Analysis of serum and synovial fluid IgA in Reiter's syndrome and reactive arthritis.

The presumed antecedent infection which precedes Reiter's syndrome and reactive arthritis is frequently across a mucosal surface, and IgA immune responses may play a role in this process. Twelve of 29 patients with these conditions demonstrated elevation in serum IgA levels, and serum IgA levels in the postdysentery group (mean 3.21 g/liter +/- 1.27) were higher (P less than 0.01) than those in the posturethritis group (mean 2.40 g/liter +/- 0.80). In 10 of the 12 patients, IgA was the only immunoglobulin increased. There was no evidence of activation of complement in serum or synovial fluid. Using a complement-dependent assay, we were unable to demonstrate circulating IgA immune complexes. Sucrose density gradient ultracentrifugation analysis was used to assess IgA immune complexes in a non-complement-dependent manner. IgA of 11s was in fact demonstrated by this technique but appeared to be polymeric IgA on the basis of specific binding of secretory component and resistance to acid dissociation. IgA rheumatoid factor was not present.
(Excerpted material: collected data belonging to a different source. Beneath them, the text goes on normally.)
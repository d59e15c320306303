import { describe, expect, it } from "vitest";
import { POST as assess } from "../../app/api/v1/assess/route";
import { POST as startJob } from "../../app/api/v1/assess/jobs/route";
import { DELETE as cancelJob, GET as jobStatus } from "../../app/api/v1/assess/jobs/[id]/route";
import { GET as health } from "../../app/api/v1/health/route";
import { assessmentJobPool } from "../../lib/service/assess-jobs";
import { culvertDemo } from "../../lib/demo/culvert-demo";
import { runningVersions } from "../../lib/service/versions";
import { context, json, jsonRequest } from "./request";

const monteCarlo = (samples: number) => ({ ...culvertDemo, options: { ...culvertDemo.options, monteCarlo: { samples, seed: 7 } } });

async function pollUntilFinished(id: string, timeoutMs = 120_000): Promise<Record<string, unknown>> {
  const started = Date.now();
  for (;;) {
    const status = await json(await jobStatus(jsonRequest(`/assess/jobs/${id}`, "GET"), context({ id })));
    if (!["queued", "running"].includes(status.state as string)) return status;
    if (Date.now() - started > timeoutMs) throw new Error(`job ${id} still ${status.state} after ${timeoutMs} ms`);
    await new Promise((resolve) => setTimeout(resolve, 50));
  }
}

describe("POST /api/v1/assess", () => {
  it("answers 200 with the assessment: flags, cautions, scenarios and the running versions", async () => {
    const response = await assess(jsonRequest("/assess", "POST", culvertDemo), context());
    expect(response.status).toBe(200);
    const body = await json(response);
    expect(Array.isArray(body.flags)).toBe(true);
    expect((body.cautions as string[]).length).toBeGreaterThan(0);
    expect(body.scenarios).toHaveProperty("sulfate");
    expect(body.versions).toEqual(runningVersions());
  });

  it("answers 422 with the path and limit of a bad field", async () => {
    const response = await assess(jsonRequest("/assess", "POST", { ...culvertDemo, mix: { ...culvertDemo.mix, waterBinderRatio: 1.5 } }), context());
    expect(response.status).toBe(422);
    const issues = (await json(response)).issues as { path: string; message: string }[];
    expect(issues.some((i) => i.path === "mix.waterBinderRatio" && /0\.25 and 0\.80/.test(i.message))).toBe(true);
  });

  it("answers 413 for a body above the limit", async () => {
    const response = await assess(jsonRequest("/assess", "POST", { ...culvertDemo, padding: "x".repeat(270_000) }), context());
    expect(response.status).toBe(413);
  });
});

describe("the assessment job API", () => {
  it("starts a Monte Carlo job (202), reports progress, and gives the result with each flag's fired fraction", async () => {
    const started = await startJob(jsonRequest("/assess/jobs", "POST", monteCarlo(10)), context());
    expect(started.status).toBe(202);
    const job = await json(started);
    expect(job.state).toBe("queued");
    const finished = await pollUntilFinished(job.id as string);
    expect(finished.state, JSON.stringify(finished.error)).toBe("succeeded");
    expect(finished.progress).toBe(1);
    const result = finished.result as { flags: { robustness?: { samples: number; firedFraction: number; notEvaluated?: number } }[]; uncertainty: { samples: number; failedSamples: number } };
    expect(result.uncertainty.samples).toBe(10);
    expect(result.flags.length).toBeGreaterThan(0);
    for (const flag of result.flags) {
      // Every sample that succeeded either evaluated the flag or could not (its scenario failed there).
      expect(flag.robustness!.samples + (flag.robustness!.notEvaluated ?? 0)).toBe(10 - result.uncertainty.failedSamples);
      expect(flag.robustness!.firedFraction).toBeGreaterThanOrEqual(0);
      expect(flag.robustness!.firedFraction).toBeLessThanOrEqual(1);
    }
  });

  it("cancels a running job: the state becomes cancelled and stays so", async () => {
    const started = await json(await startJob(jsonRequest("/assess/jobs", "POST", monteCarlo(1000)), context()));
    const id = started.id as string;
    await new Promise((resolve) => setTimeout(resolve, 200));
    const cancelled = await cancelJob(jsonRequest(`/assess/jobs/${id}`, "DELETE"), context({ id }));
    expect(cancelled.status).toBe(200);
    expect((await json(cancelled)).state).toBe("cancelled");
    await new Promise((resolve) => setTimeout(resolve, 300));
    const later = await json(await jobStatus(jsonRequest(`/assess/jobs/${id}`, "GET"), context({ id })));
    expect(later.state).toBe("cancelled");
    expect(later.progress as number).toBeLessThan(1);
  });

  it("computes the job on the job pool's worker thread: other requests are answered meanwhile, and cancel ends the worker", async () => {
    const started = await json(await startJob(jsonRequest("/assess/jobs", "POST", monteCarlo(1000)), context()));
    const id = started.id as string;
    const statusOf = async () => json(await jobStatus(jsonRequest(`/assess/jobs/${id}`, "GET"), context({ id })));
    // Past the first progress report the assessment is computing in its worker.
    for (let waitedMs = 0; ((await statusOf()).progress as number) === 0; waitedMs += 50) {
      if (waitedMs > 120_000) throw new Error("the job reported no progress");
      await new Promise((resolve) => setTimeout(resolve, 50));
    }
    expect(assessmentJobPool().stats()).toMatchObject({ workers: 1, busy: 1 });
    const answer = await health(jsonRequest("/health", "GET"), context());
    expect(answer.status).toBe(200);
    expect((await statusOf()).state).toBe("running");
    await cancelJob(jsonRequest(`/assess/jobs/${id}`, "DELETE"), context({ id }));
    for (let waitedMs = 0; assessmentJobPool().stats().workers > 0; waitedMs += 20) {
      if (waitedMs > 30_000) throw new Error("the cancelled job's worker did not exit");
      await new Promise((resolve) => setTimeout(resolve, 20));
    }
    expect((await statusOf()).state).toBe("cancelled");
  });

  it("keeps a second job queued while the job pool's one worker computes the first, then runs it on the same long-lived worker", async () => {
    const first = await json(await startJob(jsonRequest("/assess/jobs", "POST", monteCarlo(1000)), context()));
    const second = await json(await startJob(jsonRequest("/assess/jobs", "POST", monteCarlo(10)), context()));
    const statusOf = async (id: string) => json(await jobStatus(jsonRequest(`/assess/jobs/${id}`, "GET"), context({ id })));
    for (let waitedMs = 0; (await statusOf(first.id as string)).state !== "running"; waitedMs += 50) {
      if (waitedMs > 120_000) throw new Error("the first job did not start");
      await new Promise((resolve) => setTimeout(resolve, 50));
    }
    expect((await statusOf(second.id as string)).state).toBe("queued");
    expect(assessmentJobPool().stats()).toMatchObject({ busy: 1, queued: 1 });
    await cancelJob(jsonRequest(`/assess/jobs/${first.id}`, "DELETE"), context({ id: first.id as string }));
    const finished = await pollUntilFinished(second.id as string);
    expect(finished.state, JSON.stringify(finished.error)).toBe("succeeded");
    // A third job reuses the worker the second ran on: no worker is started or stopped in between.
    const third = await json(await startJob(jsonRequest("/assess/jobs", "POST", monteCarlo(10)), context()));
    expect((await pollUntilFinished(third.id as string)).state).toBe("succeeded");
    expect(assessmentJobPool().stats()).toEqual({ workers: 1, busy: 0, queued: 0 });
  }, 240_000);

  it("answers 422 at once for invalid input instead of starting a job", async () => {
    const response = await startJob(jsonRequest("/assess/jobs", "POST", { ...culvertDemo, mix: { ...culvertDemo.mix, waterBinderRatio: 0.1 } }), context());
    expect(response.status).toBe(422);
  });

  it("answers 404 for an unknown job", async () => {
    const response = await jobStatus(jsonRequest("/assess/jobs/nope", "GET"), context({ id: "nope" }));
    expect(response.status).toBe(404);
    expect((await json(response)).error).toBe("not_found");
    expect((await cancelJob(jsonRequest("/assess/jobs/nope", "DELETE"), context({ id: "nope" }))).status).toBe(404);
  });
});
Synovial fluid revealed levels of polymeric IgA higher (mean 56.7% +/- 12.9) than did serum (23.7% +/- 13.9, P less than 0.001) despite higher levels of total IgA in serum than in synovial fluid (synovial fluid:serum ratio of IgA, mean 0.53 +/- 0.11). Although elevation in serum IgA in postdysenteric arthropathies suggests mucosal acquisition of antigen, the study does not implicate IgA circulating immune complexes in the pathogenesis of these diseases.